# Moving to Chonburi



## Berniea

Hi,
My husband has a good chance of getting a job in Chonburi. I am finding it pretty hard to get some facts about the place. We are both British, no young children but we do have 4 cats. Is there much of an expat community at all? 

What he has been offered is 13000 US Dollars per month + 14000 US Dollars per year for housing allowance, car and petrol. Is this enough for us to live comfortably in a nice house, a social life and be able to save? 

I have just found out about being stopped tax and if the 37% is right that would take a huge chunk out of our monthly income. I am finding conflicting information about the cost of living as well.

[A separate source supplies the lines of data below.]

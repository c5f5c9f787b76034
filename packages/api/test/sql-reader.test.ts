import { getConnectionToken } from '@nestjs/sequelize';
import type { Sequelize } from 'sequelize-typescript';
import { afterAll, beforeAll, describe, expect, it } from 'vitest';
import {
  driverBoolean,
  driverDate,
  placeholders,
  selectList,
  SqlReader,
} from '../src/database/sql-reader.js';
import { Miss } from '../src/misses/models/miss.model.js';
import { startTestApp, type TestApp } from './support/test-app.js';

// SqlReader reads past the models (database/sql-reader.ts); its rows, converted as the services
// convert them, must be what the models read from the same demo rows, on either database.
let t: TestApp;
let reader: SqlReader;
let sequelize: Sequelize;

beforeAll(async () => {
  t = await startTestApp();
  reader = t.app.get(SqlReader);
  sequelize = t.app.get<Sequelize>(getConnectionToken());
}, 120_000);
afterAll(() => t.close());

describe('reads straight through the driver', () => {
  it('gives the rows the model reads, by the attributes’ own names', async () => {
    const models = await Miss.findAll({ order: [['id', 'ASC']], limit: 5 });
    expect(models.length).toBeGreaterThan(2);
    const ids = models.map((m) => m.id);
    const columns = selectList(Miss, ['id', 'studentId', 'occurredOn', 'correct', 'createdAt']);
    const rows = await reader.rows<Record<string, unknown>>(
      `SELECT ${columns()} FROM "misses" WHERE "id" IN (${placeholders(ids.length)}) ORDER BY "id"`,
      ids,
    );
    expect(
      rows.map((r) => ({
        id: r.id,
        studentId: r.studentId,
        occurredOn: r.occurredOn,
        correct: driverBoolean(r.correct),
        createdAt: driverDate(r.createdAt).toISOString(),
      })),
    ).toEqual(
      models.map((m) => ({
        id: m.id,
        studentId: m.studentId,
        occurredOn: m.occurredOn,
        correct: m.correct,
        createdAt: m.createdAt.toISOString(),
      })),
    );
  });

  it('binds every kind of parameter, a boolean as each database keeps it', async () => {
    const [row] = await reader.rows<{ n: number | string }>(
      'SELECT COUNT(*) AS "n" FROM "misses" WHERE "id" > ? AND "problem" <> ? AND ("correct" = ? OR "correct" IS NULL OR "correct" = ?)',
      [0, 'no such problem', true, false],
    );
    expect(Number(row!.n)).toBe(await Miss.count());
  });

  it('refuses bad SQL with the database’s error, each time, and keeps serving reads', async () => {
    await expect(reader.rows('SELECT "nope" FROM "misses"')).rejects.toThrow(/nope/);
    // SQLite keeps statements compiled: one that did not compile is not kept broken.
    await expect(reader.rows('SELECT "nope" FROM "misses"')).rejects.toThrow(/nope/);
    const [row] = await reader.rows<{ n: number | string }>('SELECT COUNT(*) AS "n" FROM "users"');
    expect(Number(row!.n)).toBeGreaterThan(0);
    // The connections Sequelize lends are given back: its own queries still run.
    expect(await sequelize.query('SELECT 1 AS one', { plain: true })).toEqual({ one: 1 });
  });

  it('sees every write committed since it last ran the same SQL, on each connection', async () => {
    const sql = 'SELECT "display_name" AS "name" FROM "users" WHERE "id" = ?';
    const [user] = await sequelize
      .query('SELECT MIN(id) AS id FROM users', { plain: true })
      .then((r) => [r as { id: number }]);
    const names = async () =>
      // Enough reads that every read connection runs the statement.
      Promise.all(Array.from({ length: 8 }, () => reader.rows<{ name: string }>(sql, [user!.id])));
    const before = (await names())[0]![0]!.name;
    try {
      await sequelize.query('UPDATE users SET display_name = ? WHERE id = ?', {
        replacements: ['Renamed for the read test', user!.id],
      });
      expect(new Set((await names()).map((rows) => rows[0]!.name))).toEqual(
        new Set(['Renamed for the read test']),
      );
    } finally {
      await sequelize.query('UPDATE users SET display_name = ? WHERE id = ?', {
        replacements: [before, user!.id],
      });
    }
    expect((await names())[0]![0]!.name).toBe(before);
    if (sequelize.getDialect() === 'sqlite') {
      // A kept statement read to its end holds no snapshot: the whole log can be checkpointed.
      const checkpoint = await sequelize.query('PRAGMA wal_checkpoint(TRUNCATE)', { plain: true });
      expect(checkpoint).toMatchObject({ busy: 0 });
    }
  });
});
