import { afterAll, beforeAll, describe, expect, it } from 'vitest';
import { fixture, footprint, postMultipart, studentIds, today } from './support/photos.js';
import {
  type Client,
  DEMO,
  registered,
  signedIn,
  startTestApp,
  type TestApp,
} from './support/test-app.js';

// A draft kept on the phone while offline is sent again until an answer arrives; the
// Idempotency-Key it carries must make exactly one miss however often it arrives.

let t: TestApp;
let owner: Client;
let coparent: Client;
let stranger: Client;
let wren: number;
let strangerChild: number;

const photo = () => [{ name: 'sheet.png', data: fixture('sheet.png'), type: 'image/png' }];

function post(client: Client, key: string | null, fields: Record<string, string | number>) {
  const req = postMultipart(client, '/api/misses', fields, photo());
  return key === null ? req : req.set('Idempotency-Key', key);
}

const fields = (studentId: number, problem = '304 - 75') => ({
  studentId,
  occurredOn: today(),
  problem,
  answer: '371',
  explanation: 'I took the small from the big',
});

beforeAll(async () => {
  t = await startTestApp({ SIGN_IN_LIMIT_PER_MINUTE: '1000' });
  owner = await signedIn(t, DEMO.owner);
  coparent = await signedIn(t, DEMO.parent);
  stranger = await registered(t, 'idempotent@example.test', 'Another household');
  wren = (await studentIds(owner)).get('Wren')!;
  strangerChild = (
    await stranger.post('/api/students', { name: 'Ash', gradeLevel: '3' }).expect(201)
  ).body.id as number;
});
afterAll(() => t.close());

describe('POST /api/misses with an Idempotency-Key', () => {
  it('makes one miss (and one photo) however often the same request arrives', async () => {
    const before = await footprint(t);
    const key = 'draft-0d4c2f7e-1111-4a5b-9c3d-000000000001';
    const first = await post(owner, key, fields(wren)).expect(201);
    const again = await post(owner, key, fields(wren)).expect(200);
    // Another parent of the same household sending the same draft meets the same miss.
    const third = await post(coparent, key, fields(wren)).expect(200);
    expect(again.body.id).toBe(first.body.id);
    expect(third.body.id).toBe(first.body.id);
    expect(again.body.photos).toHaveLength(1);
    expect(again.body.photos[0].id).toBe(first.body.photos[0].id);
    const after = await footprint(t);
    expect(after.misses).toBe(before.misses + 1);
    expect(after.photos).toBe(before.photos + 1);
    // Kept: one display image, one thumbnail and one small square for the one photo, no copies.
    expect(after.files.length - before.files.length).toBe(3);
  });

  it('makes one miss when two copies race', async () => {
    const before = await footprint(t);
    const key = 'draft-0d4c2f7e-1111-4a5b-9c3d-000000000002';
    const [a, b] = await Promise.all([
      post(owner, key, fields(wren, '27 x 4')),
      post(owner, key, fields(wren, '27 x 4')),
    ]);
    expect([a.status, b.status].sort()).toEqual([200, 201]);
    expect(a.body.id).toBe(b.body.id);
    const after = await footprint(t);
    expect(after.misses).toBe(before.misses + 1);
    expect(after.files.length - before.files.length).toBe(3);
  });

  it('refuses the key reused for other content with 409, writing nothing', async () => {
    const key = 'draft-0d4c2f7e-1111-4a5b-9c3d-000000000003';
    const first = await post(owner, key, fields(wren, '612 ÷ 6')).expect(201);
    const before = await footprint(t);
    const res = await post(owner, key, fields(wren, '612 ÷ 3')).expect(409);
    expect(res.body.fields).toHaveProperty('idempotency-key');
    expect(res.body.message).toMatch(/Idempotency-Key/);
    expect(await footprint(t)).toEqual(before);
    // The first miss is untouched.
    const kept = await owner.get(`/api/misses/${first.body.id}`).expect(200);
    expect(kept.body.problem).toBe('612 ÷ 6');
  });

  it('scopes the key to the household: another household’s same key makes its own miss', async () => {
    const key = 'draft-0d4c2f7e-1111-4a5b-9c3d-000000000004';
    const ours = await post(owner, key, fields(wren, '81 - 38')).expect(201);
    const theirs = await post(stranger, key, fields(strangerChild, '81 - 38')).expect(201);
    expect(theirs.body.id).not.toBe(ours.body.id);
    expect(theirs.body.studentId).toBe(strangerChild);
    // Neither can reach the other's miss through the key.
    await stranger.get(`/api/misses/${ours.body.id}`).expect(404);
  });

  it('answers a malformed key with 400 naming it, writing nothing', async () => {
    const before = await footprint(t);
    for (const key of [
      'short',
      'has spaces in it, sixteen+',
      'x'.repeat(101),
      'key/with/slashes/0123456789',
    ]) {
      const res = await post(owner, key, fields(wren)).expect(400);
      expect(res.body.fields).toHaveProperty('idempotency-key');
    }
    expect(await footprint(t)).toEqual(before);
  });

  it('keeps saving a new miss per request when no key is sent', async () => {
    const before = await footprint(t);
    const a = await post(owner, null, fields(wren, '45 + 38')).expect(201);
    const b = await post(owner, null, fields(wren, '45 + 38')).expect(201);
    expect(a.body.id).not.toBe(b.body.id);
    expect((await footprint(t)).misses).toBe(before.misses + 2);
  });
});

Would really appreciate your help

Thanks

Berniea


----------



## somtamboo

Berniea said:


> Hi,
> My husband has a good chance of getting a job in Chonburi. I am finding it pretty hard to get some facts about the place. We are both British, no young children but we do have 4 cats. Is there much of an expat community at all?
> 
> What he has been offered is 13000 US Dollars per month + 14000 US Dollars per year for housing allowance, car and petrol. Is this enough for us to live comfortably in a nice house, a social life and be able to save?
> 
> I have just found out about being stopped tax and if the 37% is right that would take a huge chunk out of our monthly income. I am finding conflicting information about the cost of living as well.
> 
> Would really appreciate your help
> 
> Thanks
> 
> Berniea



Hi Berniea,

I've lived in the Chonburi area for 9 years and love it here. I'll make a couple of comments and ask a couple of questions, if that's ok.

Firstly, where in Chonburi will you be based? If you're in Chonburi town, that's pretty dull and almost no expats. If you're in Bangsaen or Sriracha, that's better, there's a lot more to do and they both have pleasant seafronts.
If you're in Pattaya, that's party central for thousands of expats and has every Western convenience.

Secondly, if your husband will be on US$13,000 (390,000B) a month, is there anywhere that you couldn't live comfortably?  
Even with the tax bill, that still puts him in the top earning bracket. An average Thai salary is about 10,000B a month here and even a good-earning expat won't get much more than 150,000B a month. Am tempted to ask what he's doing to get that, as it's a fantastic salary that means you'll be able to save plenty. 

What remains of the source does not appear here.